Rear Adm. John F. Meier salutes side boys during a change of command for Command Strike Group 10 ain this June, 21, 2016 photo.

TREY FOWLER/U.S. NAVY

By PATRICK VARINE | The Tribune-Review | Published: May 5, 2020

GREENSBURG, Pa. (Tribune Content Agency) — Export, Pa. native and Navy Rear Adm. John Meier was placed in charge of six nuclear-powered aircraft carriers, 54 air squadrons, 1,200 aircraft and 43,000 officers, enlisted and civilian personnel on May 1.

Meier relieved Rear Adm. Roy Kelley during a change-of-command ceremony for the Naval Air Force Atlantic. Kelley, an Ohio native, is retiring after a 36-year military career.

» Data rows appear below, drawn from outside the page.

@dataclass(frozen=True)
class SelectSection:
    lat: list[float] | None = _key(_number_pair(-90, 90, "SOUTH, NORTH"), "latitude band [S, N]", None)
    lon: list[float] | None = _key(
        _number_pair(-360, 360, "WEST, EAST"), "longitude box [W, E]; W > E crosses the dateline", None
    )
    period: list[str] | None = _key(_period, "first and last date kept [START, END]", None)
    months: list[int] | None = _key(_months, "calendar months kept, in season order, e.g. [12, 1, 2]", None)
    level: float | str | None = _key(_coordinate_value, "value of the vertical axis to analyse, e.g. 500", None)
    member: float | str | None = _key(_coordinate_value, "value of the ensemble axis to analyse, e.g. 3", None)


@dataclass(frozen=True)
class PrepareSection:
    aggregate: str = _key(_choice("none", "seasonal", "annual"), "one mean per season/year, or none", "none")
    anomalies: str = _key(
        _choice("climatology", "mean", "none"), "remove the baseline climatology, the baseline mean, or nothing",
        "climatology",
    )
    baseline: list[str] | None = _key(_period, "period of the climatology [START, END]; null: all steps", None)
    detrend: str = _key(_choice("none", "linear"), "remove a least-squares linear trend at each point", "none")
    standardize: bool = _key(_boolean, "divide each point by its standard deviation (correlation EOFs)", False)
    weighting: str = _key(
        _choice("coslat", "cell_area", "none"), "sqrt(cos(lat)), sqrt(cell area), or no weighting", "coslat"
    )
    max_missing: float = _key(
        _fraction, "drop points missing at more than this fraction of steps; others: missing anomaly = 0", 0.1
    )


@dataclass(frozen=True)
class ModesSection:
    count: int = _key(_whole(1, 100_000), "number of modes to keep", 10)
    method: str = _key(_choice("auto", "exact", "gram", "randomized"),
                       "solver: auto chooses from the matrix shape and compute.memory", "auto")
    seed: int = _key(_whole(0, 2**32 - 1), "random seed of the randomized solver and of the red-noise surrogates", 0)
    effective_sample_size: int | str = _key(
        _sample_size, "sample size for North's errors: auto (each mode's from its PC's autocorrelation) or a "
        "number for every mode", "auto"
    )
    noise_surrogates: int = _key(_whole(0, 100_000), "red-noise surrogate fields for the significance test; 0: no test", 0)
    noise_level: float = _key(_level, "level of the red-noise test: a mode of noise passes with probability "
                              "at most 1 - level", 0.95)
    rotate: str = _key(_choice("none", "varimax"), "rotate the kept modes: varimax (of the EOFs scaled by the square "
                       "root of their eigenvalues) or none", "none")


@dataclass(frozen=True)
class ComputeSection:
    memory: str = _key(_memory, "memory the run may use, e.g. 4GB; streaming solvers size their blocks by it", "4GB")
    workers: int | str = _key(_workers, "dask workers on this machine: auto (one per core of the machine, or of "
                              "the batch job it runs in) or a number", "auto")
    scheduler: str = _key(_choice("threads", "processes", "slurm", "pbs", "synchronous"),
                          "where dask runs: threads, processes (a local cluster), slurm or pbs (worker batch jobs), "
                          "synchronous (debugging)", "threads")
    jobs: int = _key(_whole(1, 4096), "slurm/pbs: number of worker batch jobs", 2)
    job_cores: int = _key(_whole(1, 4096), "slurm/pbs: cores of each worker job (its dask threads)", 4)
    job_memory: str = _key(_memory, "slurm/pbs: memory of each worker job", "8GB")
    walltime: str = _key(_walltime, "time limit of batch jobs, HH:MM:SS; auto: estimated from the field and solver",
                         "auto")
    queue: str | None = _key(_optional_text, "batch queue (SLURM partition) of batch jobs; null: the default", None)
    account: str | None = _key(_optional_text, "account charged for batch jobs; null: your default", None)
    directives: list[str] = _key(_directives, "more batch options, one per line of the script, e.g. [--qos=short]",
                                 [])
    interface: str | None = _key(_optional_text, "slurm/pbs: network interface the dask scheduler and workers "
                                 "talk over, e.g. ib0; null: dask's choice", None)
    address: str | None = _key(_address, "slurm/pbs: join the dask scheduler running at this address (its "
                               "workers) instead of starting worker jobs", None)
    worker_wait: int = _key(_whole(1, 86_400), "slurm/pbs: seconds to wait for the worker jobs to start, and for a lost "
                            "worker's replacement", 300)


@dataclass(frozen=True)
class OutputSection:
    dir: str = _key(_path, "results folder, read from the config's folder", "results")
    formats: list[str] = _key(_formats, "files to write: netcdf (always), geotiff (modes.tif)", ["netcdf"])
    figures: FigureOptions | bool = _key(
        figure_options, "figures: true (all, defaults), false (none), or a mapping of draw, format, dpi, local_modes",
        FigureOptions()
    )
    overwrite: bool = _key(_boolean, "replace an existing results folder", False)


@dataclass(frozen=True)
class RunSpec:
    """A validated run: every key present, every default filled in, paths absolute.

    ``written`` keeps each path key as the config wrote it beside its absolute form, so that the text
    recorded with the results (:meth:`to_yaml`) is the same in every checkout of the config.
    """

    source: Path
    input: InputSection
    select: SelectSection
    prepare: PrepareSection
    modes: ModesSection
    compute: ComputeSection
    output: OutputSection
    written: dict[tuple[str, str], tuple[Any, Any]] = field(default_factory=dict, compare=False)
    given: tuple[str, ...] = field(default=(), compare=False)  # the sections the config wrote (the rest: defaults)

    def projection_yaml(self) -> str:
        """The sections a projection uses, as YAML text: its prepare and modes are those of the run whose
        modes it projects onto (that run's modes.nc keeps them), whatever this config says."""
        return (self.to_yaml(("input", "select", "compute", "output"))
                + "# prepare, modes: those of the run whose modes are projected onto (climodes_results)\n")

    def to_yaml(self, sections: tuple[str, ...] | None = None) -> str:
        """The configuration with every default filled in, as YAML text (what ``climodes check`` prints): all
        its sections, or those named.

        Paths appear as the config wrote them (relative ones are read from the config's folder), so the
        text does not depend on where the config is kept.
        """
        body = {name: dataclasses.asdict(getattr(self, name)) for name in sections or SECTIONS}
        for (section, key), (as_written, absolute) in self.written.items():
            if section in body and body[section][key] == absolute:  # not replaced since the config was read
                body[section][key] = as_written
        return yaml.safe_dump(body, sort_keys=False, default_flow_style=None, width=100)


SECTIONS = {
    "input": InputSection,
    "select": SelectSection,
    "prepare": PrepareSection,
    "modes": ModesSection,
    "compute": ComputeSection,
    "output": OutputSection,
}


# --- loading


class _Refused(yaml.MarkedYAMLError):
    """YAML that parses but that a config may not hold (alias bombs, recursive aliases, deep nesting)."""


_TIMESTAMP = "tag:yaml.org,2002:timestamp"


class _ConfigLoader(yaml.SafeLoader):
    """PyYAML's safe loader with three limits, checked while the document is composed.

    Aliases may add at most ``ALIAS_VALUES`` values to the document all together (an "alias bomb" of
    nested aliases would otherwise expand exponentially), an alias may not stand for a value that holds
    it (a recursive alias), and lists and mappings may not nest more than ``NESTING`` deep.  Dates stay
    text (the schema checks them, so 2001-02-30 is reported, not a crash of Python's date).
    """

    yaml_implicit_resolvers = {
        first: [(tag, regexp) for tag, regexp in resolvers if tag != _TIMESTAMP]
        for first, resolvers in yaml.SafeLoader.yaml_implicit_resolvers.items()
    }

    def __init__(self, stream: str):
        super().__init__(stream)
        self._values: dict[int, int] = {}  # id(node): values it holds with its aliases expanded
        self._added = 0  # values the aliases have added so far
        self._open: list[str | None] = []  # anchors of the nodes being composed, outermost first

    def compose_node(self, parent: yaml.Node | None, index: Any) -> yaml.Node:
        event = self.peek_event()
        if isinstance(event, yaml.AliasEvent):
            if event.anchor in self._open:
                raise _Refused(None, None, f"the alias *{shortened(event.anchor)} stands for a value that holds "
                               "it (a recursive alias); write the value out", event.start_mark)
            node = super().compose_node(parent, index)
            self._added += self._values[id(node)]
            if self._added > ALIAS_VALUES:
                raise _Refused(None, None, f"YAML aliases expand to more than {ALIAS_VALUES} values here; "
                               "write the values out instead of nesting aliases", event.start_mark)
            return node
        if len(self._open) >= NESTING:
            raise _Refused(None, None, f"lists and mappings nested more than {NESTING} deep", event.start_mark)
        self._open.append(getattr(event, "anchor", None))
        try:
            node = super().compose_node(parent, index)
        finally:
            self._open.pop()
        if isinstance(node, yaml.MappingNode):
            children = [child for pair in node.value for child in pair]
        else:
            children = node.value if isinstance(node, yaml.SequenceNode) else []
        self._values[id(node)] = 1 + sum(self._values[id(child)] for child in children)
        return node

    def construct_object(self, node: yaml.Node, deep: bool = False) -> Any:
        try:
            return super().construct_object(node, deep)
        except (ValueError, TypeError, OverflowError):  # e.g. !!int abc, !!timestamp 2001-02-30
            raise _Refused(None, None, f"cannot read {quoted(node.value)} as YAML {node.tag.split(':')[-1]}",
                           node.start_mark) from None


def _parse(text: str, where: str, lines: dict, problems: list[str]) -> Any:
    """The YAML document in ``text``; the line of each key goes to ``lines`` (see :func:`_key_lines`)."""
    loader = _ConfigLoader(text)
    try:
        root = loader.get_single_node()
        if root is None:
            return None
        _key_lines(root, (), lines, problems, where)  # before merge keys (<<) are folded into their mappings
        return loader.construct_document(root)
    except yaml.YAMLError as err:
        mark = getattr(err, "problem_mark", None)
        line = f":{mark.line + 1}" if mark else ""
        reason = getattr(err, "problem", None) or str(err).splitlines()[0]
        if not isinstance(err, _Refused):
            reason = f"not valid YAML: {shortened(str(reason), 100)}"
        raise ConfigError([f"{where}{line}: {reason}"]) from None
    finally:
        loader.dispose()


def _key_lines(node: yaml.Node, path: tuple[str, ...], lines: dict, problems: list[str], where: str) -> None:
    """Record the line of every mapping key, and report keys given twice."""
    if isinstance(node, yaml.MappingNode):
        seen: set[str] = set()
        for key_node, value_node in node.value:
            key = str(key_node.value)
            line = key_node.start_mark.line + 1
            dotted = ".".join(path + (key,))
            if key in seen:
                problems.append(f"{where}:{line}: {shortened(dotted)}: given twice; keep one")
            seen.add(key)
            lines[path + (key,)] = line
            _key_lines(value_node, path + (key,), lines, problems, where)


def load_spec(config_path: str | Path) -> RunSpec:
    """Read, validate and resolve a YAML run configuration.

    Parameters
    ----------
    config_path
        Path of the YAML file.

    Returns
    -------
    RunSpec
        The validated run with all defaults filled in and its paths made absolute.

    Raises
    ------
    ConfigError
        With one ``FILE:LINE: key: problem`` line per problem found.
    """
    path = Path(config_path)
    where = str(path)
    try:
        text = path.read_text(encoding="utf-8")
    except (OSError, UnicodeDecodeError) as err:
        raise ConfigError([f"{where}: cannot read the config ({getattr(err, 'strerror', None) or err})"]) from None
    problems: list[str] = []
    lines: dict[tuple[str, ...], int] = {}
    data = _parse(text, where, lines, problems)
    return _validated(data, path.resolve(), where, lines, problems)


MAPPING_NAME = "config"  # how a config given as a mapping is named in its problems, where a file's name would be
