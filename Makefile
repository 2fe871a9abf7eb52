# Two entry points: `make demo` and `make test`.  Both create (or reuse) .venv and install
# climodes into it from this folder, so a fresh machine needs only Python 3.11+ and make.
PYTHON ?= python3
VENV   := .venv
BIN    := $(VENV)/bin
STAMP  := $(VENV)/.climodes-installed

.PHONY: demo test bench clean

$(STAMP): pyproject.toml
	$(PYTHON) -m venv $(VENV)
	$(BIN)/python -m pip install --quiet --upgrade pip
	$(BIN)/python -m pip install --quiet -e '.[test]'
	touch $(STAMP)

demo: $(STAMP)
	$(BIN)/python demo_fields/generate.py
	$(BIN)/climodes run configs/demo.yaml
	$(BIN)/python demo_fields/compare.py results/demo

test: $(STAMP)
	$(BIN)/python -m pytest

clean:
	rm -rf $(VENV) results build src/*.egg-info demo_fields/*.nc

bench: $(STAMP)
	$(BIN)/python benchmarks/run.py
	$(BIN)/python benchmarks/layouts.py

Meier graduated from the U.S. Navy Academy in 1986, and was winged as a naval aviator in 1988. According to his official biography, Meier has participated in operations around the world since Operation Desert Storm, led Southern Partnership Station, and built the crew and culture of the USS Gerald R. Ford — which in 2016 was the Navy’s newest warship — as the aircraft carrier’s first commanding officer.

Adm. Chris Grady, commander for the U.S. Fleet Forces Command, recognized Meier as the right choice to lead.

“(Y)our reputation as an intellectual leader and track record of providing innovative solutions to complex challenges will suit you well,” Grady said. “I am grateful to continue serving with you following your superb time at Naval Warfare Development Command.”

Meier’s remarks focused on the job at hand, the manning, training, and equipping of Naval Air Force Atlantic, but he also spent time talking about the important role each sailor and their families play as it applies to overall readiness.

“I am humbled at the faith, confidence and responsibility you have placed with me,” said Meier, who recognized Kelley for his successes while in command. “(Y)ou set the table so well. It is a high honor to relieve you as commander (for the) Naval Air Force Atlantic.”

Meier has accumulated over 4,000 flight hours and logged 675 carrier landings, in addition to commanding one of the world’s largest warships.